Однажды Ксению насторожила странная тишина в отцовской комнате. Не слышно было привычных «голосов», она заглянула в дверь и в испуге отпрянула: комната была пуста. Смятая постель, открытое настежь окно, рыжие солнечные пятна на стенах и на полу. Прибежала Виктория Антоновна. Осмотрели весь дом, вышли в сад, залитый мягким сентябрьским солнцем. Шуршала уже загрубевшая, пересохшая трава под ногами, и такая вокруг тишина, такое безмятежное, глубокое спокойствие в природе, какое бывает лишь в пору погожих дней ранней осени. Ивана Ивановича они увидели в дальнем конце сада. Он сидел на широком сосновом пне, положив больную ногу на раскладной стул, и спокойно дописывал этюд. Сосны и солнце. Осень. Сдержанность красок. И — свет, свет.
— А-а, — ничуть не удивившись, сказал он, не отрываясь от работы. — Это вы? Денек какой!..
— Как же так можно? — возмутилась Виктория Антоновна. — Это же мальчишество. Ксения насмерть перепугалась. Что тебе доктор сказал? А ты что делаешь?
— А я, матушка, Виктория Антоновна, пишу с натуры, — пояснил Иван Иванович, и нельзя было понять, смеется он или всерьез говорит. Я всю жизнь писал с натуры, иначе не могу. Что ж мне делать, по-вашему?
— Лежать.
— О! — сказал он. — Это не уйдет от меня.
Потом взглянул на дочь. На лице ее все еще как бы лежала тень пережитого, мягким движением он привлек Ксению и тихо, виновато добавил:
— Ну что ты, право, все будет хорошо, уверяю тебя.
— А твоя нога? — сказал она.
— И нога, разумеется, — ответил Иван Иванович. — Я ведь осторожно, ползком добирался. Все будет хорошо. Поверь.
И сам хотел, очень хотел этому верить.
…Шишкин думал, что в Академии давно забыли о нем, — он уж и не помнит, когда там был. И немало удивился, когда в один из вечеров зашедшие к нему «на огонек» Маковский и Киселев торжественно положили на стол две папки, схваченные по краям белыми тесемками, и, загадочно, весело поглядывая на Ивана Ивановича, сообщили, что, кроме всего прочего, они еще и по поручению вице-президента графа Толстого…

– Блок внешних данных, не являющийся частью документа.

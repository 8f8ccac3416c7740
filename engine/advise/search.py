"""Meeting every target at once: a search over two or three knobs together.

One knob at a time can trade one target for another (a smaller collector resistor buys
f_H with gain). :func:`search` tries every combination of standard values of two or three
knobs: each knob's E-series values within :data:`SPAN_DECADES` decades of its present
value, thinned to at most :data:`MAX_VALUES` per knob. Every combination is screened on
the fast batched analysis (:func:`bandsketch.engine.advise.tolerance.exact_figures`: the
exact corners and gain of the nodal equations with the nominal bands, all combinations
solved together); the best few are then written into the design and analysed again from
the sheet, bias included, and only that full analysis decides. The answer is the
combination that meets every target with the most margin, or the one that comes closest
with what it still misses, or a plain statement that no combination in reach can.

:func:`_propose_knobs` picks the pair when the designer does not: the two knobs whose
sensitivities to the targets (failing ones weighted first) move them most independently.
"""

from __future__ import annotations

import itertools
import math
from dataclasses import dataclass

import numpy as np

from ..core.errors import Cancelled, CircuitError
from ..core.values import format_value
from ..design.netlist import design_to_circuit
from ..solve.analysis import analyze
from . import eseries
from .effect import effect_of, effect_of_analysis, log_margin
from .knobs import Knob, knobs
from .sensitivity import sensitivities
from .suggest import YIELD_SAMPLES, Change, Suggestion, apply_changes, change_text, verdict_line, yield_of
from .targets import Targets
from .timetargets import time_figure
from .tolerance import exact_figures

SPAN_DECADES = 1.0
"""Each knob is searched from a tenth to ten times its present value."""
MAX_VALUES = 25
"""At most this many values per knob (every k-th series value beyond): 25³ ≈ 16,000
combinations for three knobs, a few seconds of batched solves."""
VERIFY = 12
"""How many of the best screened combinations are analysed again in full."""
_FIGURE_OF = {"f_high_min": ("high_exact", 1.0), "f_low_max": ("low_exact", 1.0), "gain": ("gain", 1.0),
              # A rise or a settling time scales as 1/f_H where one pole leads (t_r ≈ 0.35/f_H,
              # common practice, no source): the screen's proxy, confirmed by the full analysis.
              "rise_time_max": ("high_exact", -1.0), "settling_time_max": ("high_exact", -1.0)}
"""Target key -> (sensitivity row attribute, sign) of the figure the target reads; the
overshoot has no first-order proxy and does not steer the screen."""


def _sensitivity(row, key: str) -> float:
    attr, sign = _FIGURE_OF.get(key, (None, 0.0))
    return sign * (getattr(row, attr) or 0.0) if attr else 0.0


@dataclass(frozen=True)
class SearchResult:
    """The outcome of a search over several knobs.

    Attributes
    ----------
    knobs : tuple of Knob
        The knobs searched.
    ranges : tuple of (float, float)
        Lowest and highest value tried per knob, SI units.
    combinations : int
        How many combinations were screened.
    best : Suggestion or None
        The combination meeting every target with the most margin or, when none does, the
        one closest (by its worst margin); None when no combination could be analysed.
    found : bool
        Whether ``best`` meets every target (exactly, from the sheet).
    text : str
        What was found, in words: the values and their verdict, or that no combination of
        the chosen knobs in their ranges meets the targets, and what the closest misses.
    """

    knobs: tuple
    ranges: tuple
    combinations: int
    best: Suggestion | None
    found: bool
    text: str


def _values(knob: Knob, span: float, limit: int) -> np.ndarray:
    x0 = abs(knob.nominal)
    lo, hi = x0 / 10 ** span, x0 * 10 ** span
    if knob.standard:
        vals = eseries.values_between(knob.series, lo, hi)
    else:
        vals = np.array([float(f"{v:.3g}") for v in np.geomspace(lo, hi, limit)])
    if vals.size > limit:
        # Keep the present value's neighbourhood evenly: every k-th value, both ends kept.
        vals = vals[np.unique(np.round(np.linspace(0, vals.size - 1, limit)).astype(int))]
    return vals


def _margins(targets: Targets, analysis, fh, fl, gain, nominal_times=None) -> np.ndarray:
    """Per combination, the worst natural-log margin over the targets.

    A NaN corner is "none found near the nominal one": a failure, unless the nominal design
    has no such corner at all (a d.c.-coupled stage's f_L), which meets its target.
    ``nominal_times`` (target key -> the nominal design's exact rise or settling time, s)
    screens those targets by t ≈ t_nominal·f_H,nominal/f_H; the overshoot is not screened."""
    cols = []

    def corner(f, limit, above, nominal):
        if nominal is None:
            return np.full(np.size(f), 10.0)
        return np.where(np.isfinite(f), np.log(f / limit) if above else np.log(limit / f), -np.inf)

    with np.errstate(divide="ignore", invalid="ignore"):
        if targets.f_high_min is not None:
            cols.append(corner(fh, targets.f_high_min, True, analysis.f_high_exact))
        if targets.f_low_max is not None:
            cols.append(corner(fl, targets.f_low_max, False, analysis.f_low_exact))
        if targets.gain is not None:
            g = np.abs(gain)
            cols.append(np.minimum(np.log(g / targets.gain_min), np.log(targets.gain_max / g)))
        for key, t0 in (nominal_times or {}).items():
            t = t0 * analysis.f_high_exact / fh
            cols.append(np.where(np.isfinite(t), np.log(getattr(targets, key) / t), -np.inf))
    return np.min(np.vstack(cols), axis=0) if cols else np.zeros(np.size(gain))


YIELD_CANDIDATES = 6
"""Combinations meeting every target (those with the most margin) spread for their yield;
the search returns the one with the highest."""


def _highest_yield(meeting, doc, targets: Targets, samples: int):
    """Of the combinations that meet every target at nominal, the one with the highest yield
    under the parts' tolerances (ties to the larger margin); None if none can be spread."""
    spread = []
    for row in sorted(meeting, key=lambda r: -r.effect.worst_margin)[:YIELD_CANDIDATES]:
        try:
            y = yield_of(apply_changes(doc, row.changes), targets, samples)
        except CircuitError:
            continue
        spread.append(Suggestion(row.changes, "all", None, row.effect, y))
    return max(spread, key=lambda r: (r.spread.fraction if r.spread else -1.0, r.effect.worst_margin), default=None)


def _nominal_times(targets: Targets, analysis) -> dict:
    if not targets.has_time() or not analysis.f_high_exact:
        return {}
    try:
        step = analysis.step_response()
    except CircuitError:
        return {}
    return {key: time_figure(step, key) for key in ("rise_time_max", "settling_time_max")
            if getattr(targets, key) is not None and time_figure(step, key)}


def _propose_knobs(doc, targets: Targets, count: int = 2) -> tuple:
    """The knobs a search should try: the pair that moves the targets most independently.

    Each knob bought by value gets its row of sensitivities d ln(figure)/d ln(value) for
    the figures the targets set (f_H, f_L, |A_m|), a failing target's column weighted
    ten times. The proposed pair is the one whose 2 × 2 block over the two most pressing
    targets (failing first, then the least margin) has the largest |determinant|, so the
    two can move those figures apart; with one target set, the two largest sensitivities.

    Returns
    -------
    tuple of Knob
        ``count`` knobs (fewer when the design has fewer).
    """
    circuit = design_to_circuit(doc)
    analysis = analyze(circuit, bands=dict(doc.band_pins))
    before = effect_of_analysis(analysis, targets, doc)
    sens = {r.value.element: r for r in sensitivities(circuit, analysis).rows}
    pool = [k for k in knobs(doc) if k.key == "value" and k.part in sens]
    if len(pool) <= count:
        return tuple(pool)
    order = sorted(before.checks, key=lambda c: (c.passed, log_margin(c)))
    keys = [c.key for c in order]
    weight = np.array([10.0 if not c.passed else 1.0 for c in order])
    S = np.array([[_sensitivity(sens[k.part], t) for t in keys] for k in pool]) * weight
    if len(keys) < 2 or count != 2:
        score = np.abs(S).sum(axis=1)
        return tuple(pool[i] for i in np.argsort(-score, kind="stable")[:count])
    best = max(itertools.combinations(range(len(pool)), 2),
               key=lambda ij: abs(S[ij[0], 0] * S[ij[1], 1] - S[ij[0], 1] * S[ij[1], 0]))
    return tuple(pool[i] for i in best)


def search(doc, targets: Targets, chosen=None, *, span: float = SPAN_DECADES, limit: int = MAX_VALUES,
           verify: int = VERIFY, with_yield: bool = True, samples: int = YIELD_SAMPLES,
           progress=None, cancel=None) -> SearchResult:
    """Standard-value combinations of two or three knobs that meet every target at once.

    Every combination of the knobs' series values within ``span`` decades is screened in one
    batch; the best ``verify`` of them are analysed again in full. Of those that meet every
    target, the :data:`YIELD_CANDIDATES` with the most margin are spread under the parts'
    tolerances (``with_yield``) and the one with the highest yield is returned.

    Parameters
    ----------
    doc, targets
        As for :func:`bandsketch.engine.advise.suggest.suggest`.
    chosen : sequence of str, optional
        Two or three part names or knob labels; by default :func:`_propose_knobs`.
    span : float
        Decades searched either side of each knob's present value.
    limit : int
        Values per knob at most.
    verify : int
        Best screened combinations analysed again in full.
    with_yield : bool
        Spread the best combination when it meets every target.
    samples : int
        Monte Carlo samples for that yield.
    progress, cancel : callable, optional
        ``progress(done, total)`` over the full analyses; ``cancel()`` polled between them.

    Returns
    -------
    SearchResult

    Raises
    ------
    ValueError
        Fewer than two or more than three knobs, or a name that is not a knob of the design.
    """
    if targets.is_empty():
        raise ValueError("the design has no targets to meet; set f_H, f_L, gain or time targets first")
    if chosen is None:
        picked = _propose_knobs(doc, targets)
    else:
        found = {k.label: k for k in knobs(doc)} | {k.part: k for k in knobs(doc) if k.key == "value"}
        missing = [n for n in chosen if n not in found]
        if missing:
            raise ValueError(f"{', '.join(missing)}: not a value the advisor may change in this design "
                             f"(knobs: {', '.join(sorted(found))})")
        picked = tuple(dict.fromkeys(found[n] for n in chosen))
    if not 2 <= len(picked) <= 3:
        raise ValueError(f"a search takes two or three knobs, not {len(picked)}")
    grids = [_values(k, span, limit) for k in picked]
    combos = np.array(list(itertools.product(*grids)))
    nominal = np.array([abs(k.nominal) for k in picked])
    circuit = design_to_circuit(doc)
    analysis = analyze(circuit, bands=dict(doc.band_pins))
    batched = all(k.key == "value" and k.part in circuit.elements for k in picked)
    if batched:
        fh, fl, gain = exact_figures(circuit, analysis, [k.part for k in picked], combos / nominal)
        order = np.argsort(-_margins(targets, analysis, fh, fl, gain, _nominal_times(targets, analysis)),
                           kind="stable")[:verify]
    else:
        # Device or rail knobs do not map onto one element: every combination in full, fewer of them.
        order = np.arange(len(combos))
    rows = []
    for n, i in enumerate(order):
        if cancel is not None and cancel():
            raise Cancelled()
        sign = [math.copysign(1.0, k.nominal) for k in picked]
        changes = tuple(Change(k, s * float(v), change_text(s * float(v))) for k, s, v in zip(picked, sign, combos[i]))
        rows.append(Suggestion(changes, "all", None, effect_of(apply_changes(doc, changes), targets)))
        if progress is not None:
            progress(n + 1, len(order))
    analysed = [r for r in rows if not r.effect.problem]
    ranges = tuple((float(g[0]), float(g[-1])) for g in grids)
    names = ", ".join(k.label for k in picked)
    reach = "; ".join(f"{k.label} {format_value(lo, k.unit)} to {format_value(hi, k.unit)}"
                      for k, (lo, hi) in zip(picked, ranges))
    if not analysed:
        return SearchResult(picked, ranges, len(combos), None, False,
                            f"No combination of {names} could be analysed ({reach}).")
    best = max(analysed, key=lambda r: (r.meets_all, r.effect.worst_margin))
    if best.meets_all:
        if with_yield:
            best = _highest_yield([r for r in analysed if r.meets_all], doc, targets, samples) or best
        y = (f", yield {100 * best.spread.fraction:.0f} % under the parts' tolerances{best.spread.note}"
             if best.spread else "")
        text = f"{best.label} meets every target{y} (searched {len(combos)} combinations: {reach})."
    else:
        text = (f"No combination of {names} meets every target ({len(combos)} standard-value combinations: "
                f"{reach}). Closest: {best.label}, which {verdict_line(best.effect)}.")
    return SearchResult(picked, ranges, len(combos), best, best.meets_all, text)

— Что это? — спросил Иван Иванович. Киселев молча развязал одну из папок — в ней были рисунки. На плотных грубоватых листах то возвышались горы, почти неприступные, холодно-угрюмые, с серыми наплывами тяжелых облаков, то стремительные и гривастые, как кони, неслись горные реки, пробиваясь сквозь острые нагромождения камней, то вдруг над этими камнями гордо вставали могучие деревья… Шишкин внимательно рассматривал каждый рисунок, иные по нескольку раз, Маковский и Киселев стояли рядом. Он будто забыл о них, уже сам развязал вторую папку.